== Required action ==
Set down a word-for-word copy of the data below, limited to the lines from the first through the line with "compile, type CompiledNetlist".
Start of Provided data
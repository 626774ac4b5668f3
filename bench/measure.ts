// Indexes read here are in range by construction, so `!` marks them (no run-time cost).
/**
 * The measurements: each compiles a generated netlist once, warms the solver up, then times it.
 * Every function returns a CaseResult in the shape the JSON line promises.
 */
import { checkSweep } from '../src/core/analysis/check.ts';
import { compile, type CompiledNetlist } from '../src/core/compile/compile.ts';
import type { InputVector } from '../src/core/model/design.ts';
import type { Netlist } from '../src/core/model/netlist.ts';
import { DEFAULT_TECHNOLOGY } from '../src/core/model/technology.ts';
import { LEVEL_X, LEVEL_Z } from '../src/core/solver/levels.ts';
import { Simulator, type SolveResult } from '../src/core/solver/simulator.ts';
import { transistorCount } from './generators/index.ts';
import { cpuSeconds, now, repeat, secondsSince, type Sample } from './timing.ts';
import { randomVectors, vectorAt } from './vectors.ts';

export type CaseKind = 'settle' | 'random' | 'sweep' | 'check-sweep' | 'toggle' | 'edit';

export interface CaseResult {
  readonly name: string;
  readonly kind: CaseKind;
  readonly transistors: number;
  readonly vectors: number;
  /**
   * Seconds for all `vectors`. Repeated cases give the fastest run: on a shared machine it is the
   * one least disturbed by other work (the median is in `medianSeconds`). Sweeps give the wall time.
   */
  readonly seconds: number;
  readonly medianSeconds?: number;
  /** Timed runs behind a repeated case. */
  readonly runs?: number;
  readonly nsPerTransistorVector: number;
  readonly vectorsPerSecond: number;
  /** Nets whose level was X or Z in the last timed vector: a quick sign the circuit is wired right. */
  readonly unknownOutputs?: number;
  /** CPU seconds for the same work (sweeps only). */
  readonly cpuSeconds?: number;
  /** True when the figure was projected from part of the work (see measureSweep). */
  readonly extrapolated?: boolean;
}

export interface Prepared {
  readonly netlist: Netlist;
  readonly compiled: CompiledNetlist;
  readonly simulator: Simulator;
  readonly transistors: number;
}

/**
 * Compiles `netlist` and makes its simulator. By default the simulator is incremental, as the app and
 * checkSweep use it: a solve re-evaluates only what the changed inputs reach from the previous one.
 * `incremental: false` makes every solve evaluate the whole circuit.
 */
export function prepare(netlist: Netlist, options: { readonly incremental?: boolean } = {}): Prepared {
  const compiled = compile(netlist, DEFAULT_TECHNOLOGY);
  const simulator = new Simulator(compiled, options);
  return { netlist, compiled, simulator, transistors: transistorCount(netlist) };
}

/** A repeated case: the fastest run is the figure, the median rides along. */
export function timed(
  name: string,
  kind: CaseKind,
  p: Prepared,
  vectors: number,
  sample: Sample,
): CaseResult {
  return { ...result(name, kind, p, vectors, sample.best), medianSeconds: sample.median, runs: sample.runs };
}

function result(name: string, kind: CaseKind, p: Prepared, vectors: number, seconds: number): CaseResult {
  return {
    name,
    kind,
    transistors: p.transistors,
    vectors,
    seconds,
    nsPerTransistorVector: (seconds * 1e9) / (p.transistors * vectors),
    vectorsPerSecond: vectors / seconds,
  };
}

function countUnknownOutputs(p: Prepared, solved: SolveResult): number {
  return Array.from(p.compiled.outputNets).filter(
    (n) => solved.levels[n] === LEVEL_X || solved.levels[n] === LEVEL_Z,
  ).length;
}

/**
 * Time to settle one vector from an unknown state, alternating between two random vectors. Pass a
 * simulator prepared with `incremental: false` to time a whole settle rather than the difference.
 */
export function measureSettle(name: string, p: Prepared, budgetSeconds = 0.3): CaseResult {
  const vectors = randomVectors(p.netlist.inputs, 2, 7);
  let i = 0;
  const sample = repeat(() => p.simulator.solveFresh(vectors[i++ & 1]!, { recycle: true }), {
    budgetSeconds,
    maxRuns: 2000,
  });
  const unknownOutputs = countUnknownOutputs(p, p.simulator.solveFresh(vectors[0]!));
  return { ...timed(name, 'settle', p, 1, sample), unknownOutputs };
}

/**
 * Throughput on seeded random vectors, each solved from an unknown state. The batch of 32 is kept
 * short so that, on a busy machine, some runs of it go through undisturbed.
 */
export function measureRandom(name: string, p: Prepared, budgetSeconds = 1): CaseResult {
  const batch = randomVectors(p.netlist.inputs, 32, 11);
  const solveBatch = (): void => {
    for (const v of batch) p.simulator.solveFresh(v, { recycle: true });
  };
  const sample = repeat(solveBatch, { warmup: 2, budgetSeconds, minRuns: 5, maxRuns: 1000 });
  return timed(name, 'random', p, batch.length, sample);
}

/** CPU seconds (user and system) this process has used, all threads together. */

/**
 * Every combination of the inputs, each from an unknown state, building each vector as a caller
 * would and letting the solver recycle its result arrays as checkSweep does. Wall time is the figure; CPU time rides along because on a shared machine the wall clock
 * also counts other people's work. If the first 1,024 vectors project past `limitSeconds`, the sweep
 * stops there and the figure is projected (and marked so) rather than holding the whole run hostage.
 */
export function measureSweep(name: string, p: Prepared, limitSeconds = 60): CaseResult {
  const inputs = p.netlist.inputs;
  const total = 2 ** inputs.length;
  for (let v = 0; v < Math.min(total, 512); v++) p.simulator.solveFresh(vectorAt(inputs, v * 97));
  const start = now();
  const cpuStart = cpuSeconds();
  let done = 0;
  while (done < total) {
    p.simulator.solveFresh(vectorAt(inputs, done++), { recycle: true });
    if (done === 1024 && (secondsSince(start) * total) / done > limitSeconds) break;
  }
  const scale = total / done;
  const measured = result(name, 'sweep', p, total, secondsSince(start) * scale);
  const cpu = (cpuSeconds() - cpuStart) * scale;
  return done < total
    ? { ...measured, cpuSeconds: cpu, extrapolated: true }
    : { ...measured, cpuSeconds: cpu };
}

/**
 * Time to re-solve after one input changes, carrying the previous state (`solveNext`).
 * `walk` is a closed cycle of vectors, each differing from the one before (and the last from the
 * first) in a single input; the timed solves go round it.
 */
export function measureToggle(name: string, p: Prepared, walk: readonly InputVector[]): CaseResult {
  let previous = p.simulator.solveFresh(walk[0]!);
  let i = 1;
  const sample = repeat(
    () => {
      previous = p.simulator.solveNext(walk[i++ % walk.length]!, previous);
    },
    { warmup: 2 * walk.length, budgetSeconds: 0.5, maxRuns: 5000 },
  );
  return timed(name, 'toggle', p, 1, sample);
}

/** After an edit the app recompiles and solves from scratch: compile + new Simulator + solveFresh. */
export function measureEdit(name: string, netlist: Netlist, vector: InputVector): CaseResult {
  let p = prepare(netlist);
  const sample = repeat(
    () => {
      p = prepare(netlist);
      p.simulator.solveFresh(vector);
    },
    { warmup: 3, budgetSeconds: 0.5, maxRuns: 200 },
  );
  return timed(name, 'edit', p, 1, sample);
}

/**
 * The whole analysis a user runs, `checkSweep`: vectors, solves, findings and the report. Set beside
 * a solver-only sweep of the same netlist, it shows what the reporting adds.
 */
export function measureCheckSweep(name: string, netlist: Netlist): CaseResult {
  const p = prepare(netlist);
  let vectors = 0;
  const sample = repeat(
    () => {
      vectors = checkSweep(netlist).summary.vectors;
    },
    { warmup: 1, budgetSeconds: 1, minRuns: 1, maxRuns: 3 },
  );
  return timed(name, 'check-sweep', p, vectors, sample);
}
End of Provided data
== Expected output ==
repository 626774ac4b5668f3
filename bench/measure.ts
// Indexes read here are in range by construction, so `!` marks them (no run-time cost).
/**
 * The measurements: each compiles a generated netlist once, warms the solver up, then times it.
 * Every function returns a CaseResult in the shape the JSON line promises.
 */
import { checkSweep } from '../src/core/analysis/check.ts';
import { compile, type CompiledNetlist } from '../src/core/compile/compile.ts';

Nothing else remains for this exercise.